[Supplied records Boundary: Start]

def run_simulate(design, as_json: bool = False) -> int:
    """The ``gainsmith simulate`` command: exit 0 when every requirement is met, 1 otherwise."""
    from ..derivation.pipeline import derive
    from ..render.report import dumps
    from .verdict import requirement_table

    d = derive(design)
    s = simulation_study(d)
    claims = None
    if design.claims is not None:
        from .claims import check_claims

        claims = check_claims(d, design.claims)
    table = requirement_table(d, s, claims=claims)
    if as_json:
        print(dumps(simulation_json(s, table)))
    else:
        print(simulation_text(s, d, table))
    return 0 if table.passed else 1


# --------------------------------------------------------------------------
# For the memo
# --------------------------------------------------------------------------
def memo_simulation(
    d: Derivation, study: SimulationStudy | None = None
) -> tuple[dict, dict[str, bytes]]:
    """Context of the memo's response section, and its figures (PDF and PNG)."""
    from ..render import figures as fig
    from ..render.mathvalues import latex_number, own_math

    s = simulation_study(d) if study is None else study
    ctrl = s.controller
    plant = d.design.plant
    out_sig = d.reference.tracked if d.reference else plant.outputs[0]
    in_sig = plant.inputs[0]
    name = d.design.slug
    figures: dict[str, bytes] = {}
    responses = [c.response for c in s.cases]
    spec = d.design.controller.specifications
    region = d.controller_poles.dominant.region if d.controller_poles.dominant else None
    plant_poles = np.linalg.eigvals(d.plant.A)
    # makers are partials of module-level functions over plain data: they pickle, so the
    # figure server can draw them (symbolic.render.figures)
    figs = {
        "step": partial(
            fig.step_response_figure, responses, out_sig.name, out_sig.unit, s.reference
        ),
        "estimation-error": partial(fig.estimation_error_figure, responses),
        "control": partial(
            fig.control_effort_figure,
            responses + ([s.saturated[2].response] if s.saturated else []),
            in_sig.name,
            in_sig.unit,
            s.u_max,
        ),
        "pole-map": partial(
            fig.pole_map_figure,
            np.asarray(ctrl.controller_poles),
            np.asarray(ctrl.observer_poles),
            region,
            plant_poles,
        ),
    }
    if s.saturated:
        figs["saturation"] = partial(
            fig.step_response_figure,
            [s.cases[2].response, s.saturated[2].response],
            out_sig.name,
            out_sig.unit,
            s.reference,
        )
    if s.speed_study:
        f = np.array([x for x, _ in s.speed_study])

        def col(key: str) -> np.ndarray:
            return np.array(
                [np.nan if getattr(m, key) is None else getattr(m, key) for _, m in s.speed_study]
            )

        figs["observer-study"] = partial(
            fig.observer_study_figure,
            f,
            col("overshoot_percent"),
            col("settling_time_2pct"),
            col("peak_control"),
            in_sig.name,
            in_sig.unit,
        )
    figures = fig.render_figures({f"{name}-{stem}": make for stem, make in figs.items()})
    band = spec.settling_band if spec else 0.02
    summary = []
    for v in s.verdicts:
        summary.append(
            {
                "spec": v.label,
                "requested": own_math("\\le " + latex_number(v.requested, 4)),
                "measured": own_math(
                    latex_number(v.measured, 4) if v.measured is not None else "\\text{none}"
                ),
                "case": "shipped controller, matched estimate",
                "passed": v.passed,
            }
        )
    short = {
        "state_feedback": "true state",
        "observer_matched": "shipped, matched",
        "observer_mismatched": "shipped, mismatched",
    }
    cases_ctx = [{"short": short.get(c.response.slug, c.response.slug)} for c in s.cases]
    if s.saturated:
        cases_ctx += [{"short": "matched, limited"}, {"short": "mismatched, limited"}]
    rows_src = list(s.cases) + ([s.saturated[1], s.saturated[2]] if s.saturated else [])
    table = []
    for label, key in (
        ("overshoot [%]", "overshoot_percent"),
        ("settling time, 2 % band [s]", "settling_time_2pct"),
        ("settling time, 1 % band [s]", "settling_time_1pct"),
        ("rise time 10-90 % [s]", "rise_time"),
        ("peak time [s]", "peak_time"),
        ("steady-state error", "steady_state_error"),
        (f"peak |{in_sig.name}|" + (f" [{in_sig.unit}]" if in_sig.unit else ""), "peak_control"),
        ("estimation error within 2 % [s]", "estimation_settling_time"),
    ):
        vals = []
        for c in rows_src:
            v = getattr(c.metrics, key)
            if v is not None and key == "steady_state_error" and abs(v) < 1e-9 * abs(s.reference):
                v = 0.0  # round-off of an exact zero: keep the memo reproducible
            vals.append(own_math("\\text{--}" if v is None else latex_number(v, 4)))
        table.append({"label": label, "cells": vals})
    captions = [
        {
            "stem": own_math("step"),
            "caption": f"Step response of {out_sig.name}: state feedback with the true state (reference), and the shipped controller ({ctrl.description}) with a matched and with a mismatched initial estimate.",
        },
        {
            "stem": own_math("estimation-error"),
            "caption": "Norm of the estimation error (log scale); the dotted line is 2 % of its initial value.",
        },
        {
            "stem": own_math("control"),
            "caption": f"Control input {in_sig.name}"
            + (
                " with the actuator limit; the dash-dotted curve is the limited (saturated) run."
                if s.u_max is not None
                else "."
            ),
        },
    ]
    if s.saturated:
        captions.append(
            {
                "stem": own_math("saturation"),
                "caption": "Shipped controller, mismatched estimate, without and with the actuator limit (nonlinear simulation).",
            }
        )
    study_ctx = None
    if s.speed_study:
        study_ctx = {
            "text": (
                "The observer poles of the shipped controller were set to a factor times the controller"
                " poles, from 0.5 to 10, the controller rebuilt numerically, and the mismatched-estimate"
                " case simulated for each. A slow observer lets the estimation error"
                " dominate the response; a fast one costs input amplitude (and noise sensitivity, not modelled)."
            ),
            "rows": [
                {
                    "factor": own_math(latex_number(f, 3)),
                    "overshoot": own_math(latex_number(m.overshoot_percent or 0.0, 3)),
                    "settling": own_math(
                        "\\text{--}"
                        if m.settling_time_2pct is None
                        else latex_number(m.settling_time_2pct, 3)
                    ),
                    "peak": own_math(
                        "\\text{--}" if m.peak_control is None else latex_number(m.peak_control, 4)
                    ),
                }
                for f, m in s.speed_study
            ],
        }
        captions.append(
            {
                "stem": own_math("observer-study"),
                "caption": "Observer-speed study: overshoot, settling time and peak input against the speed factor (mismatched estimate).",
            }
        )
    method = (
        f"The shipped loop (plant and controller: {ctrl.description}) was simulated for a step of"
        f" {s.reference:g} on {out_sig.name} over {s.horizon:.4g} s with {s.samples} samples."
        f" Method: {s.method}."
    )
    del band
    ctx = {
        "method": method,
        "summary": summary,
        "cases": cases_ctx,
        "colspec": own_math("@{}p{0.3\\textwidth}" + "r" * len(cases_ctx) + "@{}"),
        "table": table,
        "remarks": list(s.remarks),
        "figures": captions,
        "study": study_ctx,
    }
    return ctx, figures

[Supplied records Boundary: End]

Exercise description → The full listing has to be duplicated exactly.

Your solution →
def run_simulate(design, as_json: bool = False) -> int:
    """The ``gainsmith simulate`` command: exit 0 when every requirement is met, 1 otherwise."""
    from ..derivation.pipeline import derive
    from ..render.report import dumps
    from .verdict import requirement_table

    d = derive(design)
    s = simulation_study(d)
    claims = None
    if design.claims is not None:
        from .claims import check_claims

        claims = check_claims(d, design.claims)
    table = requirement_table(d, s, claims=claims)
    if as_json:
        print(dumps(simulation_json(s, table)))
    else:
        print(simulation_text(s, d, table))
    return 0 if table.passed else 1


# --------------------------------------------------------------------------
# For the memo
# --------------------------------------------------------------------------
def memo_simulation(
    d: Derivation, study: SimulationStudy | None = None
) -> tuple[dict, dict[str, bytes]]:
    """Context of the memo's response section, and its figures (PDF and PNG)."""
    from ..render import figures as fig
    from ..render.mathvalues import latex_number, own_math

    s = simulation_study(d) if study is None else study
    ctrl = s.controller
    plant = d.design.plant
    out_sig = d.reference.tracked if d.reference else plant.outputs[0]
    in_sig = plant.inputs[0]
    name = d.design.slug
    figures: dict[str, bytes] = {}
    responses = [c.response for c in s.cases]
    spec = d.design.controller.specifications
    region = d.controller_poles.dominant.region if d.controller_poles.dominant else None
    plant_poles = np.linalg.eigvals(d.plant.A)
    # makers are partials of module-level functions over plain data: they pickle, so the
    # figure server can draw them (symbolic.render.figures)
    figs = {
        "step": partial(
            fig.step_response_figure, responses, out_sig.name, out_sig.unit, s.reference
        ),
        "estimation-error": partial(fig.estimation_error_figure, responses),
        "control": partial(
            fig.control_effort_figure,
            responses + ([s.saturated[2].response] if s.saturated else []),
            in_sig.name,
            in_sig.unit,
            s.u_max,
        ),
        "pole-map": partial(
            fig.pole_map_figure,
            np.asarray(ctrl.controller_poles),
            np.asarray(ctrl.observer_poles),
            region,
            plant_poles,
        ),
    }
    if s.saturated:
        figs["saturation"] = partial(
            fig.step_response_figure,
            [s.cases[2].response, s.saturated[2].response],
            out_sig.name,
            out_sig.unit,
            s.reference,
        )
    if s.speed_study:
        f = np.array([x for x, _ in s.speed_study])

        def col(key: str) -> np.ndarray:
            return np.array(
                [np.nan if getattr(m, key) is None else getattr(m, key) for _, m in s.speed_study]
            )

        figs["observer-study"] = partial(
            fig.observer_study_figure,
            f,
            col("overshoot_percent"),
            col("settling_time_2pct"),
            col("peak_control"),
            in_sig.name,
            in_sig.unit,
        )
    figures = fig.render_figures({f"{name}-{stem}": make for stem, make in figs.items()})
    band = spec.settling_band if spec else 0.02
    summary = []
    for v in s.verdicts:
        summary.append(
            {
                "spec": v.label,
                "requested": own_math("\\le " + latex_number(v.requested, 4)),
                "measured": own_math(
                    latex_number(v.measured, 4) if v.measured is not None else "\\text{none}"
                ),
                "case": "shipped controller, matched estimate",
                "passed": v.passed,
            }
        )
    short = {
        "state_feedback": "true state",
        "observer_matched": "shipped, matched",
        "observer_mismatched": "shipped, mismatched",
    }
    cases_ctx = [{"short": short.get(c.response.slug, c.response.slug)} for c in s.cases]
    if s.saturated:
        cases_ctx += [{"short": "matched, limited"}, {"short": "mismatched, limited"}]
    rows_src = list(s.cases) + ([s.saturated[1], s.saturated[2]] if s.saturated else [])
    table = []
    for label, key in (
        ("overshoot [%]", "overshoot_percent"),
        ("settling time, 2 % band [s]", "settling_time_2pct"),
        ("settling time, 1 % band [s]", "settling_time_1pct"),
        ("rise time 10-90 % [s]", "rise_time"),
        ("peak time [s]", "peak_time"),
        ("steady-state error", "steady_state_error"),
        (f"peak |{in_sig.name}|" + (f" [{in_sig.unit}]" if in_sig.unit else ""), "peak_control"),
        ("estimation error within 2 % [s]", "estimation_settling_time"),
    ):
        vals = []
        for c in rows_src:
            v = getattr(c.metrics, key)
            if v is not None and key == "steady_state_error" and abs(v) < 1e-9 * abs(s.reference):
                v = 0.0  # round-off of an exact zero: keep the memo reproducible
            vals.append(own_math("\\text{--}" if v is None else latex_number(v, 4)))
        table.append({"label": label, "cells": vals})
    captions = [
        {
            "stem": own_math("step"),
            "caption": f"Step response of {out_sig.name}: state feedback with the true state (reference), and the shipped controller ({ctrl.description}) with a matched and with a mismatched initial estimate.",
        },
        {
            "stem": own_math("estimation-error"),
            "caption": "Norm of the estimation error (log scale); the dotted line is 2 % of its initial value.",
        },
        {
            "stem": own_math("control"),
            "caption": f"Control input {in_sig.name}"
            + (
                " with the actuator limit; the dash-dotted curve is the limited (saturated) run."
                if s.u_max is not None
                else "."
            ),
        },
    ]
    if s.saturated:
        captions.append(
            {
                "stem": own_math("saturation"),
                "caption": "Shipped controller, mismatched estimate, without and with the actuator limit (nonlinear simulation).",
            }
        )
    study_ctx = None
    if s.speed_study:
        study_ctx = {
            "text": (
                "The observer poles of the shipped controller were set to a factor times the controller"
                " poles, from 0.5 to 10, the controller rebuilt numerically, and the mismatched-estimate"
                " case simulated for each. A slow observer lets the estimation error"
                " dominate the response; a fast one costs input amplitude (and noise sensitivity, not modelled)."
            ),
            "rows": [
                {
                    "factor": own_math(latex_number(f, 3)),
                    "overshoot": own_math(latex_number(m.overshoot_percent or 0.0, 3)),
                    "settling": own_math(
                        "\\text{--}"
                        if m.settling_time_2pct is None
                        else latex_number(m.settling_time_2pct, 3)
                    ),
                    "peak": own_math(
                        "\\text{--}" if m.peak_control is None else latex_number(m.peak_control, 4)
                    ),
                }
                for f, m in s.speed_study
            ],
        }
        captions.append(
            {
                "stem": own_math("observer-study"),
                "caption": "Observer-speed study: overshoot, settling time and peak input against the speed factor (mismatched estimate).",
            }
        )
    method = (
        f"The shipped loop (plant and controller: {ctrl.description}) was simulated for a step of"
        f" {s.reference:g} on {out_sig.name} over {s.horizon:.4g} s with {s.samples} samples."
        f" Method: {s.method}."
    )
    del band
    ctx = {
        "method": method,
        "summary": summary,
        "cases": cases_ctx,
        "colspec": own_math("@{}p{0.3\\textwidth}" + "r" * len(cases_ctx) + "@{}"),
        "table": table,
        "remarks": list(s.remarks),
        "figures": captions,
        "study": study_ctx,
    }
    return ctx, figures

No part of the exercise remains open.